[Exercise requirements] When you reach the line containing "# [omega]x = dR/dt R^T" in the entries below, begin reproducing lines exactly, and stop once the line containing "assert_allclose(twist[:, 3:], omega, rtol=0, atol=1e-7)" is done.

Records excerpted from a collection

--- START ---

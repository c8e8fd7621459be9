"""Test cycles: exact 25/305/25 mm geometry, continuity of velocity and acceleration, motion-law end conditions."""

from __future__ import annotations

import numpy as np
import pytest
from numpy.testing import assert_allclose

from shadow.errors import ConfigurationError, ShapeError
from shadow.robots.rotations import rotation_from_xyz_angles
from simulators.trajectories import (
    MotionLaw,
    delta_pick_place,
    hexapod_multisine,
    hexapod_positioning,
    motion_law,
    pose_motion,
)

CENTRE = np.array([-0.15, 0.0, -0.75])


@pytest.mark.parametrize("law", list(MotionLaw))
def test_motion_law_boundary_values_and_derivatives(law):
    # rest to rest: s(0) = 0, s(1) = 1, s'(0) = s'(1) = 0, s''(0) = s''(1) = 0 (Biagiotti-Melchiorri 2008)
    s, s1, s2 = motion_law(law, np.array([0.0, 1.0]))
    assert_allclose(s, [0.0, 1.0], atol=1e-15)
    assert_allclose(s1, [0.0, 0.0], atol=1e-15)
    assert_allclose(s2, [0.0, 0.0], atol=1e-12)
    # derivatives against central differences of s (error O(d^2))
    tau = np.linspace(0.05, 0.95, 19)
    d = 1e-5
    assert_allclose(
        motion_law(law, tau)[1],
        (motion_law(law, tau + d)[0] - motion_law(law, tau - d)[0]) / (2 * d),
        rtol=0,
        atol=1e-8,
    )
    assert_allclose(
        motion_law(law, tau)[2],
        (motion_law(law, tau + d)[1] - motion_law(law, tau - d)[1]) / (2 * d),
        rtol=0,
        atol=1e-6,
    )


def test_peak_velocity_of_laws():
    # handbook peak speeds (Biagiotti-Melchiorri 2008, Tab. 3.1, from memory): 3-4-5 1.875, 4-5-6-7 2.1875, cycloidal 2
    tau = np.array([0.5])
    assert_allclose([motion_law(law, tau)[1][0] for law in MotionLaw], [1.875, 2.1875, 2.0], rtol=1e-14)


def test_delta_cycle_geometry(rng):
    cyc = delta_pick_place(rng, 4, centre_m=CENTRE)
    path = cyc.path
    moves = path.displacement[np.linalg.norm(path.displacement, axis=1) > 0]
    assert len(moves) == 4 * 6
    for k in range(4 * 2):  # each half cycle: up, across, down
        up, across, down = moves[3 * k : 3 * k + 3]
        assert_allclose(up, [0, 0, 0.025], rtol=0, atol=1e-15)
        assert_allclose(down, [0, 0, -0.025], rtol=0, atol=1e-15)
        assert_allclose(across[2], 0.0, atol=1e-15)
        assert_allclose(np.linalg.norm(across), 0.305, rtol=1e-14)
    # pick and place points vary, but stay within a few centimetres of their nominal places
    assert np.ptp(cyc.pick_points_m[:, :2], axis=0).max() > 1e-3
    assert np.linalg.norm(cyc.pick_points_m - CENTRE, axis=1).max() < 0.1


def test_delta_cycle_is_smooth(rng):
    path = delta_pick_place(rng, 2, centre_m=CENTRE).path
    t = np.arange(0.0, path.end_s, 1e-4)
    smp = path.sample(t)
    # velocity and acceleration are continuous: increments shrink with the step (no jumps at segment joins)
    assert np.abs(np.diff(smp.xd, axis=0)).max() < 1e-4 * 400.0  # |xdd| < 400 m/s^2 bounds a velocity step
    jerk_bound = np.abs(np.diff(smp.xdd, axis=0)).max() / 1e-4
    assert jerk_bound < 5e4  # finite jerk: acceleration continuous
    # integrating the velocity reproduces the position (trapezoidal rule, O(h^2))
    x_int = smp.x[0] + np.concatenate([[np.zeros(3)], np.cumsum(0.5 * (smp.xd[1:] + smp.xd[:-1]) * 1e-4, axis=0)])
    assert_allclose(x_int, smp.x, rtol=0, atol=1e-6)


def test_delta_cycle_tool_and_payload(rng):
    cyc = delta_pick_place(
        rng, 3, centre_m=CENTRE, tool_mass_kg=0.2, workpiece_mass_mean_kg=0.5, workpiece_mass_std_kg=0.1
    )
    smp = cyc.path.sample(np.arange(0.0, cyc.path.end_s, 1e-3))
    closed = smp.tool
    assert_allclose(smp.theta_p[~closed, 0], 0.2, rtol=1e-15)
    assert_allclose(np.unique(np.round(smp.theta_p[closed, 0] - 0.2, 12)), np.sort(np.round(cyc.workpiece_mass_kg, 12)))
    # three grips: the tool closes three times
    assert np.count_nonzero(np.diff(closed.astype(int)) == 1) == 3
    with pytest.raises(ConfigurationError, match="n_cycles"):
        delta_pick_place(rng, 0, centre_m=CENTRE)


def test_workpiece_mass_distribution(rng):
    cyc = delta_pick_place(rng, 2000, centre_m=CENTRE, workpiece_mass_mean_kg=0.4, workpiece_mass_std_kg=0.03)
    m = cyc.workpiece_mass_kg
    # sample mean and std of 2000 normal draws: standard errors 0.03/sqrt(2000) and 0.03/sqrt(4000)
    assert abs(m.mean() - 0.4) < 4 * 0.03 / np.sqrt(2000)
    assert abs(m.std(ddof=1) - 0.03) < 4 * 0.03 / np.sqrt(4000)


def test_hexapod_motion_matches_finite_differences(rng):
    # twist and acceleration from the angle law against central differences of the pose
    msine = hexapod_multisine(rng, home_m=np.array([0.0, 0.0, 0.35]))
    pos = hexapod_positioning(rng, 3, home_m=np.array([0.0, 0.0, 0.35]), part_parameters=np.arange(1.0, 11.0))
    for sample_at in (lambda t: msine.sample(t, np.zeros(10)), pos.sample):
        t = np.array([0.2, 0.7, 1.1])
        d = 1e-6
        p, rot, twist, accel = pose_motion(sample_at(t))
        p_p, r_p, tw_p, _ = pose_motion(sample_at(t + d))
        p_m, r_m, tw_m, _ = pose_motion(sample_at(t - d))
        assert_allclose(twist[:, :3], (p_p - p_m) / (2 * d), rtol=0, atol=1e-7)
        # [omega]x = dR/dt R^T
        w_skew = np.einsum("nij,nkj->nik", (r_p - r_m) / (2 * d), rot)
        omega = np.stack([w_skew[:, 2, 1], w_skew[:, 0, 2], w_skew[:, 1, 0]], axis=1)
        assert_allclose(twist[:, 3:], omega, rtol=0, atol=1e-7)
        assert_allclose(accel, (tw_p - tw_m) / (2 * d), rtol=0, atol=1e-5)
        assert_allclose(rot, rotation_from_xyz_angles(sample_at(t).x[:, 3:]), atol=1e-15)


def test_hexapod_positioning_loads_and_unloads(rng):
    part = np.arange(1.0, 11.0)
    path = hexapod_positioning(rng, 4, home_m=np.array([0.0, 0.0, 0.35]), part_parameters=part)
    # move, dwell alternate; part loaded at the first dwell, unloaded at the second, ...
    carried = np.all(path.theta_p == part, axis=1)
    assert carried.tolist() == [False, True, True, False, False, True, True, False]
    assert (path.tool == carried).all()


def test_hexapod_positioning_keeps_the_fixture_and_changes_the_part(rng):
    fixture, part = np.linspace(2.0, 3.0, 10), np.arange(1.0, 11.0)
    path = hexapod_positioning(
        rng, 4, home_m=np.array([0.0, 0.0, 0.35]), fixture_parameters=fixture, part_parameters=part
    )
    with_part = np.all(path.theta_p == fixture + part, axis=1)
    fixture_only = np.all(path.theta_p == fixture, axis=1)
    assert (with_part | fixture_only).all() and with_part.any() and fixture_only.any()
    assert (path.tool == with_part).all()  # the tool signal says whether the part is in
    empty = hexapod_positioning(rng, 2, home_m=np.array([0.0, 0.0, 0.35]), fixture_parameters=fixture)
    assert np.all(empty.theta_p == fixture) and not empty.tool.any()
    with pytest.raises(ShapeError, match="fixture_parameters"):
        hexapod_positioning(rng, 2, home_m=np.zeros(3), fixture_parameters=np.zeros(9))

--- END ---

[Output for this task]
        # [omega]x = dR/dt R^T
        w_skew = np.einsum("nij,nkj->nik", (r_p - r_m) / (2 * d), rot)
        omega = np.stack([w_skew[:, 2, 1], w_skew[:, 0, 2], w_skew[:, 1, 0]], axis=1)
        assert_allclose(twist[:, 3:], omega, rtol=0, atol=1e-7)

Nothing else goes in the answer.